## Exercise
Return the listing in full, word for word.

Stored data START

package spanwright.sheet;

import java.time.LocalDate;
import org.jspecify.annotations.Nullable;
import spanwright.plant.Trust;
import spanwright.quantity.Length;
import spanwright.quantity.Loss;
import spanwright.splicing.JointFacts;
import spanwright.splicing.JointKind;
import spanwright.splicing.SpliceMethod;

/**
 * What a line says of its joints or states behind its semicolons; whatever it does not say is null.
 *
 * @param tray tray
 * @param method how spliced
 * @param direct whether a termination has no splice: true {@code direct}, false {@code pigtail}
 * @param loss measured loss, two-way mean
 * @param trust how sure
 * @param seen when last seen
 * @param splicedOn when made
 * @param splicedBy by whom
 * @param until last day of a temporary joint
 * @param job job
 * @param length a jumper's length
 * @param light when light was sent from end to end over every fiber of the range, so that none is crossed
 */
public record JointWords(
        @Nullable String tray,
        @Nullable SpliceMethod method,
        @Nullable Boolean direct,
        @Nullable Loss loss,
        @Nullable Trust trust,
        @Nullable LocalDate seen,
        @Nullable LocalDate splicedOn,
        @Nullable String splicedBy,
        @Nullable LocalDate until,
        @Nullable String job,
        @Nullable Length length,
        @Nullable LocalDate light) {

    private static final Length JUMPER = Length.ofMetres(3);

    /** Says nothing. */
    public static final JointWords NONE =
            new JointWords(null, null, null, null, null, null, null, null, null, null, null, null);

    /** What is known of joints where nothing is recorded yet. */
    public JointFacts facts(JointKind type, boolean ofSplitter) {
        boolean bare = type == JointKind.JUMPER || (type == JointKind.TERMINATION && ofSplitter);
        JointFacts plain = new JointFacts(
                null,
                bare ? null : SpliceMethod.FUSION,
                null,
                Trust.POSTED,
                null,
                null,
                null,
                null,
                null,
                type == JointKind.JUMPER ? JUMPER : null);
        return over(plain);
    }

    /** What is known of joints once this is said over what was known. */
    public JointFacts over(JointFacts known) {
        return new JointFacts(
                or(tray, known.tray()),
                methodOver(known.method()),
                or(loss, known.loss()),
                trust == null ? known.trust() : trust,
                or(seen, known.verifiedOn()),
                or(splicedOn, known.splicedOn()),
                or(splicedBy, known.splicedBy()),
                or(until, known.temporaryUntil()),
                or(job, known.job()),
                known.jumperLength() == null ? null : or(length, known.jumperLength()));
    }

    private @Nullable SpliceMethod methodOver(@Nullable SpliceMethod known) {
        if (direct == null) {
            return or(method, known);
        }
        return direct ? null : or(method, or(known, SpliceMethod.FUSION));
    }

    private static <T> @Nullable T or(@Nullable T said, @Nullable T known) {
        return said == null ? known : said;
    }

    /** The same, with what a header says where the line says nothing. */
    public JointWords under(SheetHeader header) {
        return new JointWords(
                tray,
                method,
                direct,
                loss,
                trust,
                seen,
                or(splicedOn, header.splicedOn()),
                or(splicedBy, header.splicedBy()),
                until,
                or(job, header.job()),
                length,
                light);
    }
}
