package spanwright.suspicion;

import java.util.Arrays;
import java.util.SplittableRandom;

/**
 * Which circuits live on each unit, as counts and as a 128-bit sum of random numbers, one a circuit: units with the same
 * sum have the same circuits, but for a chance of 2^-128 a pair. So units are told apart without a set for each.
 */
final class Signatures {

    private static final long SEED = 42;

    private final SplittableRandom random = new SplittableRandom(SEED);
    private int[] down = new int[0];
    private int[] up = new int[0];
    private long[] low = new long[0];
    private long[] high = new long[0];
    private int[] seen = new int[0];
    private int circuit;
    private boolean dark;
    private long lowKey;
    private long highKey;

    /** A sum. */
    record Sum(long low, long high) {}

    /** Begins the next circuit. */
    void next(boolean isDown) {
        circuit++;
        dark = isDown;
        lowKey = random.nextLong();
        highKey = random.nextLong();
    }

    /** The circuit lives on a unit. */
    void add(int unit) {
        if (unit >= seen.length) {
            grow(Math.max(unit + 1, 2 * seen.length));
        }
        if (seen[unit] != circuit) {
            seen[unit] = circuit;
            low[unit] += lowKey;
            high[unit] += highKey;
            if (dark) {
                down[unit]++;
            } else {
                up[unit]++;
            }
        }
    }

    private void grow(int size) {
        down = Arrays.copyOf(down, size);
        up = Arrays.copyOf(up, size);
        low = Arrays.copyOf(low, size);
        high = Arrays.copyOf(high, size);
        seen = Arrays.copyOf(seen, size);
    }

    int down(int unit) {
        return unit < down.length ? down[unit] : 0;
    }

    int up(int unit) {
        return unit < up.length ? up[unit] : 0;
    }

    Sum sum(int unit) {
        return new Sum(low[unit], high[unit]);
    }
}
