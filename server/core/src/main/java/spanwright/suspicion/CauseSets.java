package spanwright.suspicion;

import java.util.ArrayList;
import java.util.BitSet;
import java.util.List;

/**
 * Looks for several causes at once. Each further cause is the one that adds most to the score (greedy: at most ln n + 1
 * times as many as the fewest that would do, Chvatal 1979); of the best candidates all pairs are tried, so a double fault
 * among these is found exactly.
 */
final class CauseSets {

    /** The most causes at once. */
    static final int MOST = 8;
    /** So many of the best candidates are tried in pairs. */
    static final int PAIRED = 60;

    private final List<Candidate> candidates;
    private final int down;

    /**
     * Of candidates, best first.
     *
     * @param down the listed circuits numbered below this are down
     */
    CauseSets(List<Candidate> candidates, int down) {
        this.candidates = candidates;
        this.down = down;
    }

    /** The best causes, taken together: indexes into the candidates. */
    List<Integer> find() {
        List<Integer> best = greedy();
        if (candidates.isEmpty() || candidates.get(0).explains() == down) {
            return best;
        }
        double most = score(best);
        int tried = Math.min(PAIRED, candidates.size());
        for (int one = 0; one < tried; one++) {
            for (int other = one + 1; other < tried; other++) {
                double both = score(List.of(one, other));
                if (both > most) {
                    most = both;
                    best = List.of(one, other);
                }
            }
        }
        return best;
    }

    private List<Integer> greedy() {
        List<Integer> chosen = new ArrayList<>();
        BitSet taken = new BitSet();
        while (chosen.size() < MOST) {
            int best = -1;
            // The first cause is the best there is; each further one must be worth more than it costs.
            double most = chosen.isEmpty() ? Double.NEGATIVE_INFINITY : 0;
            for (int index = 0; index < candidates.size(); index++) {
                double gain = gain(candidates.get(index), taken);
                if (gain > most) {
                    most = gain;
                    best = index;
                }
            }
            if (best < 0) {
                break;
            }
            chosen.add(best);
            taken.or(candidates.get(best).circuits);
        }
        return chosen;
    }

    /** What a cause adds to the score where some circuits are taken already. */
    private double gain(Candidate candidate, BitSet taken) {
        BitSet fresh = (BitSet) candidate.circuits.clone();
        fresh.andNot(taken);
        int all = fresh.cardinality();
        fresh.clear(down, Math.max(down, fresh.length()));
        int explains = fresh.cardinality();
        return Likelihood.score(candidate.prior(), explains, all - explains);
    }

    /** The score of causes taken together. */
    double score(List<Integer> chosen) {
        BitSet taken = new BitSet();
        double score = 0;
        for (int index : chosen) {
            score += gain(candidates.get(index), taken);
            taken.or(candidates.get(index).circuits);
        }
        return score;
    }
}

Stored data END

## Answer to this exercise
package spanwright.sheet;

import java.time.LocalDate;
import org.jspecify.annotations.Nullable;
import spanwright.plant.Trust;
import spanwright.quantity.Length;
import spanwright.quantity.Loss;
import spanwright.splicing.JointFacts;
import spanwright.splicing.JointKind;
import spanwright.splicing.SpliceMethod;

/**
 * What a line says of its joints or states behind its semicolons; whatever it does not say is null.
 *
 * @param tray tray
 * @param method how spliced
 * @param direct whether a termination has no splice: true {@code direct}, false {@code pigtail}
 * @param loss measured loss, two-way mean
 * @param trust how sure
 * @param seen when last seen
 * @param splicedOn when made
 * @param splicedBy by whom
 * @param until last day of a temporary joint
 * @param job job
 * @param length a jumper's length
 * @param light when light was sent from end to end over every fiber of the range, so that none is crossed
 */
public record JointWords(
        @Nullable String tray,
        @Nullable SpliceMethod method,
        @Nullable Boolean direct,
        @Nullable Loss loss,
        @Nullable Trust trust,
        @Nullable LocalDate seen,
        @Nullable LocalDate splicedOn,
        @Nullable String splicedBy,
        @Nullable LocalDate until,
        @Nullable String job,
        @Nullable Length length,
        @Nullable LocalDate light) {

    private static final Length JUMPER = Length.ofMetres(3);

    /** Says nothing. */
    public static final JointWords NONE =
            new JointWords(null, null, null, null, null, null, null, null, null, null, null, null);

    /** What is known of joints where nothing is recorded yet. */
    public JointFacts facts(JointKind type, boolean ofSplitter) {
        boolean bare = type == JointKind.JUMPER || (type == JointKind.TERMINATION && ofSplitter);
        JointFacts plain = new JointFacts(
                null,
                bare ? null : SpliceMethod.FUSION,
                null,
                Trust.POSTED,
                null,
                null,
                null,
                null,
                null,
                type == JointKind.JUMPER ? JUMPER : null);
        return over(plain);
    }

    /** What is known of joints once this is said over what was known. */
    public JointFacts over(JointFacts known) {
        return new JointFacts(
                or(tray, known.tray()),
                methodOver(known.method()),
                or(loss, known.loss()),
                trust == null ? known.trust() : trust,
                or(seen, known.verifiedOn()),
                or(splicedOn, known.splicedOn()),
                or(splicedBy, known.splicedBy()),
                or(until, known.temporaryUntil()),
                or(job, known.job()),
                known.jumperLength() == null ? null : or(length, known.jumperLength()));
    }

    private @Nullable SpliceMethod methodOver(@Nullable SpliceMethod known) {
        if (direct == null) {
            return or(method, known);
        }
        return direct ? null : or(method, or(known, SpliceMethod.FUSION));
    }

    private static <T> @Nullable T or(@Nullable T said, @Nullable T known) {
        return said == null ? known : said;
    }

    /** The same, with what a header says where the line says nothing. */
    public JointWords under(SheetHeader header) {
        return new JointWords(
                tray,
                method,
                direct,
                loss,
                trust,
                seen,
                or(splicedOn, header.splicedOn()),
                or(splicedBy, header.splicedBy()),
                until,
                or(job, header.job()),
                length,
                light);
    }
}
package spanwright.suspicion;

import java.util.Arrays;
import java.util.SplittableRandom;

/**
 * Which circuits live on each unit, as counts and as a 128-bit sum of random numbers, one a circuit: units with the same
 * sum have the same circuits, but for a chance of 2^-128 a pair. So units are told apart without a set for each.
 */
final class Signatures {

    private static final long SEED = 42;

    private final SplittableRandom random = new SplittableRandom(SEED);
    private int[] down = new int[0];
    private int[] up = new int[0];
    private long[] low = new long[0];
    private long[] high = new long[0];
    private int[] seen = new int[0];
    private int circuit;
    private boolean dark;
    private long lowKey;
    private long highKey;

    /** A sum. */
    record Sum(long low, long high) {}

    /** Begins the next circuit. */
    void next(boolean isDown) {
        circuit++;
        dark = isDown;
        lowKey = random.nextLong();
        highKey = random.nextLong();
    }

    /** The circuit lives on a unit. */
    void add(int unit) {
        if (unit >= seen.length) {
            grow(Math.max(unit + 1, 2 * seen.length));
        }
        if (seen[unit] != circuit) {
            seen[unit] = circuit;
            low[unit] += lowKey;
            high[unit] += highKey;
            if (dark) {
                down[unit]++;
            } else {
                up[unit]++;
            }
        }
    }

    private void grow(int size) {
        down = Arrays.copyOf(down, size);
        up = Arrays.copyOf(up, size);
        low = Arrays.copyOf(low, size);
        high = Arrays.copyOf(high, size);
        seen = Arrays.copyOf(seen, size);
    }

    int down(int unit) {
        return unit < down.length ? down[unit] : 0;
    }

    int up(int unit) {
        return unit < up.length ? up[unit] : 0;
    }

    Sum sum(int unit) {
        return new Sum(low[unit], high[unit]);
    }
}
filename server/core/src/main/java/spanwright/suspicion/CauseSets.java
package spanwright.suspicion;

import java.util.ArrayList;
import java.util.BitSet;
import java.util.List;

/**
 * Looks for several causes at once. Each further cause is the one that adds most to the score (greedy: at most ln n + 1
 * times as many as the fewest that would do, Chvatal 1979); of the best candidates all pairs are tried, so a double fault
 * among these is found exactly.
 */
final class CauseSets {

    /** The most causes at once. */
    static final int MOST = 8;
    /** So many of the best candidates are tried in pairs. */
    static final int PAIRED = 60;

    private final List<Candidate> candidates;
    private final int down;

    /**
     * Of candidates, best first.
     *
     * @param down the listed circuits numbered below this are down
     */
    CauseSets(List<Candidate> candidates, int down) {
        this.candidates = candidates;
        this.down = down;
    }

    /** The best causes, taken together: indexes into the candidates. */
    List<Integer> find() {
        List<Integer> best = greedy();
        if (candidates.isEmpty() || candidates.get(0).explains() == down) {
            return best;
        }
        double most = score(best);
        int tried = Math.min(PAIRED, candidates.size());
        for (int one = 0; one < tried; one++) {
            for (int other = one + 1; other < tried; other++) {
                double both = score(List.of(one, other));
                if (both > most) {
                    most = both;
                    best = List.of(one, other);
                }
            }
        }
        return best;
    }

    private List<Integer> greedy() {
        List<Integer> chosen = new ArrayList<>();
        BitSet taken = new BitSet();
        while (chosen.size() < MOST) {
            int best = -1;
            // The first cause is the best there is; each further one must be worth more than it costs.
            double most = chosen.isEmpty() ? Double.NEGATIVE_INFINITY : 0;
            for (int index = 0; index < candidates.size(); index++) {
                double gain = gain(candidates.get(index), taken);
                if (gain > most) {
                    most = gain;
                    best = index;
                }
            }
            if (best < 0) {
                break;
            }
            chosen.add(best);
            taken.or(candidates.get(best).circuits);
        }
        return chosen;
    }

    /** What a cause adds to the score where some circuits are taken already. */
    private double gain(Candidate candidate, BitSet taken) {
        BitSet fresh = (BitSet) candidate.circuits.clone();
        fresh.andNot(taken);
        int all = fresh.cardinality();
        fresh.clear(down, Math.max(down, fresh.length()));
        int explains = fresh.cardinality();
        return Likelihood.score(candidate.prior(), explains, all - explains);
    }

    /** The score of causes taken together. */
    double score(List<Integer> chosen) {
        BitSet taken = new BitSet();
        double score = 0;
        for (int index : chosen) {
            score += gain(candidates.get(index), taken);
            taken.or(candidates.get(index).circuits);
        }
        return score;
    }
}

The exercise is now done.